Big data tools can help big data workers do everyday big data work. Here are the tools that are commonly used in big data work:
Hivemall combines multiple machine learning algorithms for Hive. It includes a number of highly scalable algorithms for data classification, recursion, recommendation, k nearest neighbors, anomaly detection, and feature hashing.
Supported operating systems: Independent of the operating system.
Mahout is an open source project of the Apache Software Foundation (ASF) that provides implementations of classic algorithms for scalable machine learning to help developers create smart applications more quickly and easily. Mahout includes many implementations, including clustering, classification, recommendation filtering, and frequent sub-item mining. In addition, by using the Apache Hadoop library, Mahout can be effectively extended to the cloud.
MapReduce is a programming model for parallel operations on large data sets (greater than 1TB). The concepts “Map” and “Reduce” are their main ideas, borrowed from functional programming languages, and borrowed from vector programming languages. It greatly facilitates programmers to run their own programs on distributed systems without distributed parallel programming.
Oozie is a Java web application that runs in a Java servlet container, Tomcat, and uses a database to store the following:
The currently running workflow instance, including the state and variables of the instance
Pig is a data flow language and runtime environment for retrieving very large data sets. Provides a higher level of abstraction for the processing of large data sets. Pig consists of two parts: one is the language used to describe the data stream, called Pig Latin; the other is the execution environment for running the Pig Latin program.
Sqoop (pronounced: skup) is an open source tool for transferring data between Hadoop (Hive) and traditional databases (mysql, postgresql…). You can use a relational database (for example: MySQL, Data from Oracle, Postgres, etc. is imported into Hadoop’s HDFS, and HDFS data can also be imported into relational databases.

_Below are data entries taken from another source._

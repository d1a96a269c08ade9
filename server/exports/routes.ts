/**
 * CSV exports of a site, for planners, engineers and admins (./csv.ts neutralises formulas).
 *   GET /api/sites/:siteId/exports/readings.csv?from=&to=   every reading recorded (device time) in
 *        [from, to) — default the last 30 days — with its current analysis' reconciled value and z
 *   GET /api/sites/:siteId/exports/work-orders.csv          every work order of the site
 * Rows go out in pages of EXPORT_PAGE (keyset on device time and id), so a long range streams.
 */
import { Router, type Response } from 'express';
import { ExportRangeQuery } from '../../shared/api/analysis';
import { requireAuth, requireSiteRole, siteOf } from '../auth/middleware';
import { deps } from '../context';
import { AppError } from '../errors';
import { bound } from '../instruments/service';
import { READ_ROLES, parseQuery } from '../work-orders/routes';
import { toCsv, type Cell } from './csv';

export const EXPORT_PAGE = 5000;

const READING_HEADER = [
  'reading_id',
  'round_id',
  'route',
  'technician',
  'device_time',
  'received_at',
  'instrument_tag',
  'quantity',
  'value_typed',
  'unit',
  'reference',
  'value_si',
  'si_unit',
  'skip_reason',
  'note',
  'supersedes',
  'superseded',
  'reconciled_si',
  'reconciled_sigma_si',
  'z',
  'suspect',
];
const SI: Record<string, string> = { pressure: 'Pa', temperature: 'K', massFlow: 'kg/s', power: 'W', level: '1' };

const WORK_ORDER_HEADER = [
  'number',
  'kind',
  'status',
  'priority',
  'title',
  'instrument_tag',
  'equipment',
  'assignee',
  'due_date',
  'scheduled_for',
  'opened_at',
  'closed_at',
  'findings',
  'reopen_count',
  'cancel_reason',
  'merged_into',
];

function startCsv(res: Response, filename: string): void {
  res.status(200);
  res.setHeader('Content-Type', 'text/csv; charset=utf-8');
  res.setHeader('Content-Disposition', `attachment; filename="${filename}"`);
  res.setHeader('Cache-Control', 'no-store');
}

export function exportsRouter(): Router {
  const r = Router();
  r.use(requireAuth);

  r.get('/:siteId/exports/readings.csv', requireSiteRole(...READ_ROLES), async (req, res) => {
    const q = parseQuery(ExportRangeQuery, req);
    const to = bound(q.to, true) ?? new Date();
    const from = bound(q.from, false) ?? new Date(to.getTime() - 30 * 86_400_000);
    if (!(from.getTime() < to.getTime())) {
      throw new AppError(
        400,
        'validation',
        `Invalid query: from (${from.toISOString()}) must lie before to (${to.toISOString()})`,
        [{ path: 'from', message: 'Must lie before to' }],
      );
    }
    const { dataSource } = deps(req);
    const siteId = siteOf(req).siteId;
    startCsv(res, `readings-${from.toISOString().slice(0, 10)}-${to.toISOString().slice(0, 10)}.csv`);
    res.write(toCsv([], READING_HEADER));
    // keyset on the full-precision text of the time (a JS Date keeps only milliseconds)
    let after: { t: string; id: string } | null = null;
    for (;;) {
      const params: unknown[] = [siteId, from, to, EXPORT_PAGE];
      const keyset = after
        ? `AND (r."device_time", r."id") > ($${params.push(after.t)}::timestamptz, $${params.push(after.id)}::uuid)`
        : '';
      const rows = (await dataSource.query(
        `SELECT r."id", r."device_time"::text AS "time_key", r."round_id", rt."key" AS "route", COALESCE(tm."display_name", u."name") AS "technician", r."device_time", r."received_at", i."tag", i."quantity",
                r."value_typed", r."unit", r."reference", r."value_si", r."skip_reason", r."note", r."supersedes",
                EXISTS (SELECT 1 FROM "readings" s WHERE s."supersedes" = r."id") AS "superseded",
                ai."reconciled_si", ai."reconciled_sigma_si", ai."z", ai."suspect"
           FROM "readings" r
           JOIN "rounds" ro ON ro."id" = r."round_id"
           JOIN "route_versions" v ON v."id" = ro."route_version_id"
           JOIN "routes" rt ON rt."id" = v."route_id"
           JOIN "users" u ON u."id" = ro."technician_id"
           LEFT JOIN "memberships" tm ON tm."user_id" = ro."technician_id" AND tm."site_id" = ro."site_id"
           JOIN "instruments" i ON i."id" = r."instrument_id"
           LEFT JOIN "analysis_instruments" ai ON ai."reading_id" = r."id" AND ai."is_current"
          WHERE ro."site_id" = $1 AND r."device_time" >= $2 AND r."device_time" < $3 ${keyset}
          ORDER BY r."device_time", r."id"
          LIMIT $4`,
        params,
      )) as Record<string, unknown>[];
      if (rows.length === 0) break;
      const out: Cell[][] = rows.map((x) => [
        x.id as string,
        x.round_id as string,
        x.route as string,
        x.technician as string,
        x.device_time as Date,
        x.received_at as Date,
        x.tag as string,
        x.quantity as string,
        x.value_typed === null ? null : Number(x.value_typed),
        x.unit as string,
        x.reference as string | null,
        x.value_si as number | null,
        SI[x.quantity as string] ?? null,
        x.skip_reason as string | null,
        x.note as string | null,
        x.supersedes as string | null,
        x.superseded as boolean,
        x.reconciled_si as number | null,
        x.reconciled_sigma_si as number | null,
        x.z as number | null,
        x.suspect === null || x.suspect === undefined ? null : (x.suspect as boolean),
      ]);
      res.write(toCsv(out));
      if (rows.length < EXPORT_PAGE) break;
      const last = rows[rows.length - 1];
      after = { t: last.time_key as string, id: last.id as string };
    }
    res.end();
  });

  r.get('/:siteId/exports/work-orders.csv', requireSiteRole(...READ_ROLES), async (req, res) => {
    const rows = (await deps(req).dataSource.query(
      `SELECT w."code", w."kind", w."status", w."priority", w."title", w."instrument_tag", w."equipment_ref", COALESCE(am."display_name", u."name") AS "assignee",
              to_char(w."due_date", 'YYYY-MM-DD') AS "due_date", to_char(w."scheduled_for", 'YYYY-MM-DD') AS "scheduled_for", w."opened_at", w."closed_at",
              (SELECT count(*)::int FROM "work_order_findings" wf WHERE wf."work_order_id" = w."id") AS "findings", w."reopen_count", w."cancel_reason",
              m."code" AS "merged_into"
         FROM "work_orders" w LEFT JOIN "users" u ON u."id" = w."assignee_id"
         LEFT JOIN "memberships" am ON am."user_id" = w."assignee_id" AND am."site_id" = w."site_id"
         LEFT JOIN "work_orders" m ON m."id" = w."merged_into_id"
        WHERE w."site_id" = $1 ORDER BY w."number"`,
      [siteOf(req).siteId],
    )) as Record<string, unknown>[];
    startCsv(res, 'work-orders.csv');
    res.end(
      toCsv(
        rows.map((x) => [
          x.code as string,
          x.kind as string,
          x.status as string,
          x.priority as number,
          x.title as string,
          x.instrument_tag as string | null,
          x.equipment_ref as string | null,
          x.assignee as string | null,
          x.due_date as string | null,
          x.scheduled_for as string | null,
          x.opened_at as Date,
          x.closed_at as Date | null,
          x.findings as number,
          x.reopen_count as number,
          x.cancel_reason as string | null,
          x.merged_into as string | null,
        ]),
        WORK_ORDER_HEADER,
      ),
    );
  });

  return r;
}
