/**
 * Password hashing with argon2id at the OWASP Password Storage Cheat Sheet's first
 * recommended setting: m = 19 MiB, t = 2, p = 1 (≈ 35 ms on one core here).
 * Hashes are PHC strings ("$argon2id$v=19$m=19456,t=2,p=1$…"), so stronger settings later
 * still verify old hashes.
 */
import argon2 from 'argon2';

const OPTIONS = { type: argon2.argon2id, memoryCost: 19456, timeCost: 2, parallelism: 1 } as const;

export function hashPassword(password: string): Promise<string> {
  return argon2.hash(password, OPTIONS);
}

export async function verifyPassword(hash: string, password: string): Promise<boolean> {
  try {
    return await argon2.verify(hash, password);
  } catch {
    return false; // a malformed stored hash never signs anyone in
  }
}

let dummy: Promise<string> | undefined;
/**
 * Spends the same work as a real check when there is no user to check against, so a wrong
 * e-mail and a wrong password take about the same time (OWASP Authentication Cheat Sheet).
 */
export async function burnPasswordCheck(password: string): Promise<void> {
  dummy ??= argon2.hash('no user has this password', OPTIONS);
  await verifyPassword(await dummy, password);
}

Spark is an open source cluster computing environment similar to Hadoop, but there are some differences between the two. These useful differences make Spark perform better on some workloads, in other words, Spark is enabled. In addition to providing interactive queries, it also optimizes iterative workloads.

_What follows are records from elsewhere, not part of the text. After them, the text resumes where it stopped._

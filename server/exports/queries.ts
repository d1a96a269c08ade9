/** The SQL of the CSV exports (./routes.ts streams it). */
import type { DataSource } from 'typeorm';

/** Where a page of readings ends: the full-precision text of the device time (a JS Date keeps only milliseconds) and the id. */
export interface ReadingKey {
  t: string;
  id: string;
}

export interface ExportReadingRow {
  id: string;
  time_key: string;
  round_id: string;
  route: string;
  technician: string;
  device_time: Date;
  received_at: Date;
  tag: string;
  quantity: string;
  value_typed: string | null;
  unit: string;
  reference: string | null;
  value_si: number | null;
  skip_reason: string | null;
  note: string | null;
  supersedes: string | null;
  superseded: boolean;
  reconciled_si: number | null;
  reconciled_sigma_si: number | null;
  z: number | null;
  suspect: boolean | null;
}

/** Readings of the site recorded (device time) in [from, to), after `after`, in (device time, id) order. */
export async function readingsPage(
  ds: DataSource,
  siteId: string,
  from: Date,
  to: Date,
  after: ReadingKey | null,
  limit: number,
): Promise<ExportReadingRow[]> {
  const params: unknown[] = [siteId, from, to, limit];
  const keyset = after
    ? `AND (r."device_time", r."id") > ($${params.push(after.t)}::timestamptz, $${params.push(after.id)}::uuid)`
    : '';
  return (await ds.query(
    `SELECT r."id", r."device_time"::text AS "time_key", r."round_id", rt."key" AS "route", COALESCE(tm."display_name", u."name") AS "technician", r."device_time", r."received_at", i."tag", i."quantity",
            r."value_typed", r."unit", r."reference", r."value_si", r."skip_reason", r."note", r."supersedes",
            EXISTS (SELECT 1 FROM "readings" s WHERE s."supersedes" = r."id") AS "superseded",
            ai."reconciled_si", ai."reconciled_sigma_si", ai."z", ai."suspect"
       FROM "readings" r
       JOIN "rounds" ro ON ro."id" = r."round_id"
       JOIN "route_versions" v ON v."id" = ro."route_version_id"
       JOIN "routes" rt ON rt."id" = v."route_id"
       JOIN "users" u ON u."id" = ro."technician_id"
       LEFT JOIN "memberships" tm ON tm."user_id" = ro."technician_id" AND tm."site_id" = ro."site_id"
       JOIN "instruments" i ON i."id" = r."instrument_id"
       LEFT JOIN "analysis_instruments" ai ON ai."reading_id" = r."id" AND ai."is_current"
      WHERE ro."site_id" = $1 AND r."device_time" >= $2 AND r."device_time" < $3 ${keyset}
      ORDER BY r."device_time", r."id"
      LIMIT $4`,
    params,
  )) as ExportReadingRow[];
}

Built on Apache Hadoop YARN, Tez is “an application framework that allows a complex directed acyclic graph to be built for tasks to process data.” It allows Hive and Pig to simplify complex tasks. These tasks originally required multiple steps to complete.
ZooKeeper is a distributed, open source distributed application coordination service. It is an open source implementation of Google’s Chubby and an important component of Hadoop and Hbase. It is a software that provides consistent services for distributed applications, including: configuration maintenance, domain name services, distributed synchronization, group services, and more.